Start of INPUT DATA

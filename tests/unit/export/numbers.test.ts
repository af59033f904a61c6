import { describe, expect, it } from 'vitest'
import { roundDecimal, roundMeasurement, roundSignificant } from '#shared/export'

// Rounding rule (common practice): errors to 2 significant digits, the central value to the
// same decimal place, ties half away from zero on the decimal form.
describe('roundDecimal', () => {
  it.each([
    [1.005, 2, '1.01'], [2.675, 2, '2.68'], [1234, -2, '1200'], [1250, -2, '1300'], [0.0996, 3, '0.100'],
    [-0.0004, 3, '0.000'], [-0.0006, 3, '-0.001'], [9.99, 1, '10.0'], [0, 2, '0.00'], [123.456, 0, '123'],
    [-2.5, 0, '-3'], [99999, -3, '100000'], [0.000123, 5, '0.00012'], [1e21, 0, '1000000000000000000000']
  ])('%d to %d places → %s', (x, d, text) => {
    expect(roundDecimal(x, d)).toBe(text)
  })
  it('refuses non-finite input', () => {
    expect(() => roundDecimal(Number.NaN, 2)).toThrow(RangeError)
  })
})

describe('roundSignificant', () => {
  it.each([
    [0.01234, '0.012', 3], [0.0996, '0.10', 2], [0.095, '0.095', 3], [99.5, '100', -1], [1234, '1200', -2], [0.15, '0.15', 2]
  ])('%d → %s (decimals %d)', (x, text, decimals) => {
    expect(roundSignificant(x, 2)).toEqual({ text, decimals })
  })
})

describe('roundMeasurement', () => {
  it.each([
    // central, +, −, expected central, +, −, exponent
    [1.23456, 0.01234, 0.0156, '1.235', '0.012', '0.016', 0],
    [1.23456, 0.012, 0.15, '1.235', '0.012', '0.15', 0], // central follows the finer error
    [2.5, 0.0996, 0.098, '2.500', '0.10', '0.098', 0], // carry: 0.0996 → 0.10
    [45678, 1234, 987, '45680', '1200', '990', 0],
    [1.234e-5, 2.1e-7, 1.9e-7, '1.234', '0.021', '0.019', -5],
    [123456, 1234, 1234, '1.235', '0.012', '0.012', 5],
    [-0.5, 0.0123, 0.0123, '-0.500', '0.012', '0.012', 0],
    [1.5, 0, 0.0123, '1.500', '0.000', '0.012', 0]
  ])('%d +%d −%d', (c, p, m, central, plus, minus, exponent) => {
    expect(roundMeasurement(c, p, m)).toMatchObject({ central, plus, minus, exponent })
  })
  it('prints a value without errors to 4 significant digits', () => {
    expect(roundMeasurement(3.14159, 0, 0)).toEqual({ central: '3.142', plus: '0', minus: '0', exponent: 0, symmetric: true })
  })
  it('refuses negative or non-finite errors', () => {
    expect(() => roundMeasurement(1, -0.1, 0.1)).toThrow(/magnitudes/)
    expect(() => roundMeasurement(Number.NaN, 0.1, 0.1)).toThrow(/central value is NaN/)
  })
})
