import { readFileSync, writeFileSync } from 'node:fs'
import { afterAll, beforeAll, describe, expect, it } from 'vitest'
import type { BrowserContext, Page } from 'playwright-core'
import { artifactsDir, launchBrowser } from '../../support/browser'
import { createWorkspace, type TestWorkspace } from '../../support/users'
import { waitForBuild } from '../../integration/workflow/build-helpers'
import { openAs, samplesDir } from './fixtures'

// Building fragmentation functions from a fit through the library's form: the INVENTED demo
// fit Verrel-FF-26-K+ as a file, queued, built on the queue, in the library with a header that
// says fragmentation into K+; a fragmentation input with parton sum rules is refused in the form
// with its JSON path, and nothing is queued.
describe('the build form with a fragmentation input', () => {
  let context: BrowserContext
  let close: () => Promise<void>
  let ws: TestWorkspace
  const shot = (page: Page, name: string) => page.screenshot({ path: `${artifactsDir}fragmentation-${name}.png`, fullPage: true, animations: 'disabled' })

  beforeAll(async () => {
    ws = await createWorkspace('Hadron fragmentation group')
    ;({ context, close } = await launchBrowser())
  })
  afterAll(async () => { await close?.() })

  async function openForm() {
    const page = await openAs(context, ws.analyst, '/sets')
    await page.getByRole('button', { name: 'Build from a fit' }).click()
    return page
  }

  it('queues and builds Verrel-FF-26-K+ from its file; the set says fragmentation into K+', async () => {
    const page = await openForm()
    await page.getByLabel('Input file').setInputFiles(`${samplesDir}fits/verrel-ff-26-K+.json`)
    // The file's own members and grid become the form's values (13 members on 70 × 30 nodes).
    await expect.poll(() => page.getByLabel('x nodes').inputValue()).toBe('70')
    await shot(page, 'form')
    await page.getByRole('button', { name: 'Queue the build' }).click()
    await page.getByText('Verrel-FF-26-K+').first().waitFor()
    const build = (await ws.viewer.client.get(`/api/workspaces/${ws.id}/sets`)).body.builds[0]
    const done = await waitForBuild(ws.viewer.client, ws.id, build.id)
    expect(done.state, done.error).toBe('done')
    await page.reload()
    await page.getByRole('link', { name: 'Verrel-FF-26-K+' }).waitFor()
    await shot(page, 'library')
    const detail = (await ws.viewer.client.get(`/api/workspaces/${ws.id}/sets/${done.setId}`)).body
    expect(detail.header).toMatchObject({ density: { type: 'fragmentation', hadron: 'K+' }, memberCount: 13, kind: 'hessian-pairs' })
  })

  it('refuses a fragmentation input with parton sum rules in the form, naming sumRules, and queues nothing', async () => {
    const page = await openForm()
    const doc = JSON.parse(readFileSync(`${samplesDir}fits/verrel-ff-26-pi+.json`, 'utf8'))
    doc.sumRules = { momentum: 'gluon' }
    const file = `${artifactsDir}fragmentation-with-sum-rules.json`
    writeFileSync(file, JSON.stringify(doc))
    const before = (await ws.viewer.client.get(`/api/workspaces/${ws.id}/sets`)).body.builds
    await page.getByLabel('Input file').setInputFiles(file)
    await expect.poll(() => page.getByLabel('x nodes').inputValue()).toBe('70')
    await page.getByRole('button', { name: 'Queue the build' }).click()
    const notice = page.getByText(/sumRules: the parton-density sum rules .* do not apply to fragmentation functions/)
    await notice.waitFor()
    await shot(page, 'refused')
    expect((await ws.viewer.client.get(`/api/workspaces/${ws.id}/sets`)).body.builds).toEqual(before)
  })
})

End of INPUT DATA

» **WORK REQUEST**
Output all of the data again, exactly.

» **FINAL ANSWER**
filename tests/unit/export/numbers.test.ts
repository af59033f904a61c6
import { describe, expect, it } from 'vitest'
import { roundDecimal, roundMeasurement, roundSignificant } from '#shared/export'

// Rounding rule (common practice): errors to 2 significant digits, the central value to the
// same decimal place, ties half away from zero on the decimal form.
describe('roundDecimal', () => {
  it.each([
    [1.005, 2, '1.01'], [2.675, 2, '2.68'], [1234, -2, '1200'], [1250, -2, '1300'], [0.0996, 3, '0.100'],
    [-0.0004, 3, '0.000'], [-0.0006, 3, '-0.001'], [9.99, 1, '10.0'], [0, 2, '0.00'], [123.456, 0, '123'],
    [-2.5, 0, '-3'], [99999, -3, '100000'], [0.000123, 5, '0.00012'], [1e21, 0, '1000000000000000000000']
  ])('%d to %d places → %s', (x, d, text) => {
    expect(roundDecimal(x, d)).toBe(text)
  })
  it('refuses non-finite input', () => {
    expect(() => roundDecimal(Number.NaN, 2)).toThrow(RangeError)
  })
})

describe('roundSignificant', () => {
  it.each([
    [0.01234, '0.012', 3], [0.0996, '0.10', 2], [0.095, '0.095', 3], [99.5, '100', -1], [1234, '1200', -2], [0.15, '0.15', 2]
  ])('%d → %s (decimals %d)', (x, text, decimals) => {
    expect(roundSignificant(x, 2)).toEqual({ text, decimals })
  })
})

describe('roundMeasurement', () => {
  it.each([
    // central, +, −, expected central, +, −, exponent
    [1.23456, 0.01234, 0.0156, '1.235', '0.012', '0.016', 0],
    [1.23456, 0.012, 0.15, '1.235', '0.012', '0.15', 0], // central follows the finer error
    [2.5, 0.0996, 0.098, '2.500', '0.10', '0.098', 0], // carry: 0.0996 → 0.10
    [45678, 1234, 987, '45680', '1200', '990', 0],
    [1.234e-5, 2.1e-7, 1.9e-7, '1.234', '0.021', '0.019', -5],
    [123456, 1234, 1234, '1.235', '0.012', '0.012', 5],
    [-0.5, 0.0123, 0.0123, '-0.500', '0.012', '0.012', 0],
    [1.5, 0, 0.0123, '1.500', '0.000', '0.012', 0]
  ])('%d +%d −%d', (c, p, m, central, plus, minus, exponent) => {
    expect(roundMeasurement(c, p, m)).toMatchObject({ central, plus, minus, exponent })
  })
  it('prints a value without errors to 4 significant digits', () => {
    expect(roundMeasurement(3.14159, 0, 0)).toEqual({ central: '3.142', plus: '0', minus: '0', exponent: 0, symmetric: true })
  })
  it('refuses negative or non-finite errors', () => {
    expect(() => roundMeasurement(1, -0.1, 0.1)).toThrow(/magnitudes/)
    expect(() => roundMeasurement(Number.NaN, 0.1, 0.1)).toThrow(/central value is NaN/)
  })
})
import { readFileSync, writeFileSync } from 'node:fs'
import { afterAll, beforeAll, describe, expect, it } from 'vitest'
import type { BrowserContext, Page } from 'playwright-core'
import { artifactsDir, launchBrowser } from '../../support/browser'
import { createWorkspace, type TestWorkspace } from '../../support/users'
import { waitForBuild } from '../../integration/workflow/build-helpers'
import { openAs, samplesDir } from './fixtures'

// Building fragmentation functions from a fit through the library's form: the INVENTED demo
// fit Verrel-FF-26-K+ as a file, queued, built on the queue, in the library with a header that
// says fragmentation into K+; a fragmentation input with parton sum rules is refused in the form
// with its JSON path, and nothing is queued.
describe('the build form with a fragmentation input', () => {
  let context: BrowserContext
  let close: () => Promise<void>
  let ws: TestWorkspace
  const shot = (page: Page, name: string) => page.screenshot({ path: `${artifactsDir}fragmentation-${name}.png`, fullPage: true, animations: 'disabled' })

  beforeAll(async () => {
    ws = await createWorkspace('Hadron fragmentation group')
    ;({ context, close } = await launchBrowser())
  })
  afterAll(async () => { await close?.() })

  async function openForm() {
    const page = await openAs(context, ws.analyst, '/sets')
    await page.getByRole('button', { name: 'Build from a fit' }).click()
    return page
  }

  it('queues and builds Verrel-FF-26-K+ from its file; the set says fragmentation into K+', async () => {
    const page = await openForm()
    await page.getByLabel('Input file').setInputFiles(`${samplesDir}fits/verrel-ff-26-K+.json`)
    // The file's own members and grid become the form's values (13 members on 70 × 30 nodes).
    await expect.poll(() => page.getByLabel('x nodes').inputValue()).toBe('70')
    await shot(page, 'form')
    await page.getByRole('button', { name: 'Queue the build' }).click()
    await page.getByText('Verrel-FF-26-K+').first().waitFor()
    const build = (await ws.viewer.client.get(`/api/workspaces/${ws.id}/sets`)).body.builds[0]
    const done = await waitForBuild(ws.viewer.client, ws.id, build.id)
    expect(done.state, done.error).toBe('done')
    await page.reload()
    await page.getByRole('link', { name: 'Verrel-FF-26-K+' }).waitFor()
    await shot(page, 'library')
    const detail = (await ws.viewer.client.get(`/api/workspaces/${ws.id}/sets/${done.setId}`)).body
    expect(detail.header).toMatchObject({ density: { type: 'fragmentation', hadron: 'K+' }, memberCount: 13, kind: 'hessian-pairs' })
  })

  it('refuses a fragmentation input with parton sum rules in the form, naming sumRules, and queues nothing', async () => {
    const page = await openForm()
    const doc = JSON.parse(readFileSync(`${samplesDir}fits/verrel-ff-26-pi+.json`, 'utf8'))
    doc.sumRules = { momentum: 'gluon' }
    const file = `${artifactsDir}fragmentation-with-sum-rules.json`
    writeFileSync(file, JSON.stringify(doc))
    const before = (await ws.viewer.client.get(`/api/workspaces/${ws.id}/sets`)).body.builds
    await page.getByLabel('Input file').setInputFiles(file)
    await expect.poll(() => page.getByLabel('x nodes').inputValue()).toBe('70')
    await page.getByRole('button', { name: 'Queue the build' }).click()
    const notice = page.getByText(/sumRules: the parton-density sum rules .* do not apply to fragmentation functions/)
    await notice.waitFor()
    await shot(page, 'refused')
    expect((await ws.viewer.client.get(`/api/workspaces/${ws.id}/sets`)).body.builds).toEqual(before)
  })
})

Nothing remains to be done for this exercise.